The answer to that is partially because there is a huge culture of analog
being superior to anything digital in parts of the field, and doing live
signal processing on an analog signal being cheaper than digital. For most
recording purposes, the sound is recorded and turned into a digital signal
almost immediately. However, for live sound, a lot of places still use analog
compressors, equalizers, reverb, and other effects because they're cheaper
than the good sounding digital counterparts and easier to troubleshoot.

If that wasn't what you were asking why too, feel free to specify what you
were asking about and I'll give answering that a shot too.

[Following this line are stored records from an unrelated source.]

def virtual_tests():
    """Reference drawdowns and well-loss coefficients for the virtual tests of
    docs/physics.md section 25 (the `virtual_tests` verification group).

    Theis (1935) with skin (van Everdingen & Hurst 1949 with an infinitesimal skin,
    Agarwal et al. 1970), Cooper & Jacob (1946) where u is small, Papadopulos & Cooper
    (1967) with well-bore storage, and the steady nonlinear loss of a Forchheimer pack
    (docs/physics.md section 4.3) plus the screen orifice loss (section 3) for C of Jacob's
    (1947) s = B Q + C Q^2. Model parameters are invented for the check.
    """
    k, ss, b, rs, rb = 1e-4, 1e-5, 10.0, 0.1, 0.2
    t_f, s_f = k * b, ss * b
    q = 0.01
    diffs = []

    # (a) Theis with skin: an invaded ring r_b..r_d of K_i, no well-bore storage.
    r_d, k_i = 0.5, 2e-5
    skin = (k / k_i - 1.0) * math.log(r_d / rb)  # Hawkins 1956, docs/physics.md section 2.4
    times_a = [600.0, 3600.0, 86400.0]
    theis_skin, cj = [], []
    for t in times_a:
        td = t_f * t / (s_f * rs * rs)
        val, d = inverted_pair(storage_skin_fbar(0.0, skin), td)
        diffs.append(d)
        theis_skin.append(f(q / (2.0 * math.pi * t_f) * val))
        u = rs * rs * s_f / (4.0 * t_f * t)
        cj.append(f(q / (4.0 * math.pi * t_f) * (math.log(2.25 * t_f * t / (rs * rs * s_f))
                                                 + 2.0 * skin)))
        # cross-check the inversion against scipy's exponential integral plus skin
        # (Theis W(u) = E1(u); the infinitesimal skin adds Q Sk / (2 pi T) at late time)
        w = scipy.special.exp1(u)
        diffs.append(rel_diff(val, 0.5 * w + skin) if u < 1e-8 else 0.0)

    # (b) Papadopulos-Cooper: homogeneous, casing radius r_c = r_s, no skin.
    rc = 0.1
    c_d = rc * rc / (2.0 * s_f * rs * rs)
    times_b = [100.0, 1000.0, 10000.0, 86400.0]
    pc = []
    for t in times_b:
        td = t_f * t / (s_f * rs * rs)
        val, d = inverted_pair(storage_skin_fbar(c_d, 0.0), td)
        diffs.append(d)
        pc.append(f(q / (2.0 * math.pi * t_f) * val))

    # (c) nonlinear loss of a Forchheimer pack and a screen orifice: C in s = B Q + C Q^2.
    fc = {"K_pack": 1e-3, "beta_pack": 1e6, "K": 5e-4, "Ss": 1e-5, "b": 5.0, "rs": 0.1,
          "rb": 0.2, "open_area": 0.05, "Cd": 0.6, "Q_design": 0.004,
          "fractions": [0.5, 0.75, 1.0, 1.25], "step_s": 3600.0}
    pack_c = fc["beta_pack"] * (1.0 / fc["rs"] - 1.0 / fc["rb"]) / (2.0 * math.pi * fc["b"]) ** 2
    pack_c_q, _ = scipy.integrate.quad(
        lambda r: fc["beta_pack"] / (2.0 * math.pi * r * fc["b"]) ** 2, fc["rs"], fc["rb"],
        epsabs=0.0, epsrel=1e-13)
    diffs.append(rel_diff(pack_c, pack_c_q))
    area = 2.0 * math.pi * fc["rs"] * fc["b"] * fc["open_area"] * fc["Cd"]
    orifice_c = 1.0 / (2.0 * G * area * area)
    c_total = pack_c + orifice_c

    return {
        "source": (
            "Theis, C.V., 1935, Trans. AGU 16, 519-524, with an infinitesimal skin (van "
            "Everdingen, A.F., Hurst, W., 1949, Trans. AIME 186, 305-324; Agarwal, R.G., "
            "Al-Hussainy, R., Ramey, H.J., 1970, SPE J. 10(3), 279-290); Cooper, H.H., "
            "Jacob, C.E., 1946, Trans. AGU 27(4), 526-534; Papadopulos, I.S., Cooper, H.H., "
            "1967, Water Resour. Res. 3(1), 241-244; Hawkins, M.F., 1956, Trans. AIME 207, "
            "356-357 (skin of a ring); Jacob, C.E., 1947, Trans. ASCE 112, 1047-1070 "
            "(s = B Q + C Q^2); Forchheimer loss closed form docs/physics.md section 4.3; "
            "orifice loss section 3 (citations from memory - verify). Model parameters "
            "invented for the check."
        ),
        "computed_with": {
            "versions": versions(),
            "calls": [
                f"mpmath.invertlaplace(F, tD, method='talbot') with mp.mp.dps = {MP_DPS}, "
                "F(p) = [K0(x) + Sk x K1(x)] / (p {x K1(x) + C_D p [K0(x) + Sk x K1(x)]}), "
                "x = sqrt(p), mpmath.besselk",
                "cross-check: method='stehfest'; at u < 1e-8 Theis with skin 0.5 E1(u) + Sk "
                "with scipy.special.exp1",
                "C_pack = beta (1/rs - 1/rb)/(2 pi b)^2, cross-check scipy.integrate.quad of "
                "beta/(2 pi r b)^2 over [rs, rb]; C_screen = 1/(2 g (2 pi rs b A_o C_d)^2)",
            ],
        },
        "conventions": (
            "drawdown s = -h (m), positive for pumping at rate Q (m^3/s, withdrawal); "
            "T = K b, S = Ss b, tD = T t/(S rs^2), C_D = rc^2/(2 S rs^2)"
        ),
        "params": {"K": k, "Ss": ss, "b": b, "rs": rs, "rb": rb, "Q": q},
        "theis_skin": {"r_d": r_d, "K_invaded": k_i, "skin": f(skin), "t": times_a,
                       "drawdown": theis_skin, "cooper_jacob": cj},
        "storage": {"rc": rc, "C_D": f(c_d), "t": times_b, "drawdown": pc},
        "forchheimer": {**fc, "C_pack": f(pack_c), "C_screen": f(orifice_c),
                        "C": f(c_total)},
        "cross_check": "Talbot vs Stehfest; late-time E1 + skin; closed form vs quad",
        "cross_check_max_rel_diff": f(max(diffs)),
    }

> Oh, and why shouldn't I be able to charge and listen to music at the same
> time? I need another adapter for that?

The answer to this is pretty simple, I think. Most people just don't charge
their phone and listen to music with the headphone jack at the same time very
often. Obviously, for those who do this will be an inconvenience but for most
people who charge their phone every night and don't listen to insane amounts
of music this will never be a problem.

Even if Apple were to put a second port on the next iPhone, it would make much
more sense to put a second lightning port instead of a headphone jack. Then
people could listen to music and charge, or do any number of other things and
charge at the same time.

In a perfect world they would put a lightning and a USB C as the start to
their transition to USB C iPhones, but I can't see Apple doing that.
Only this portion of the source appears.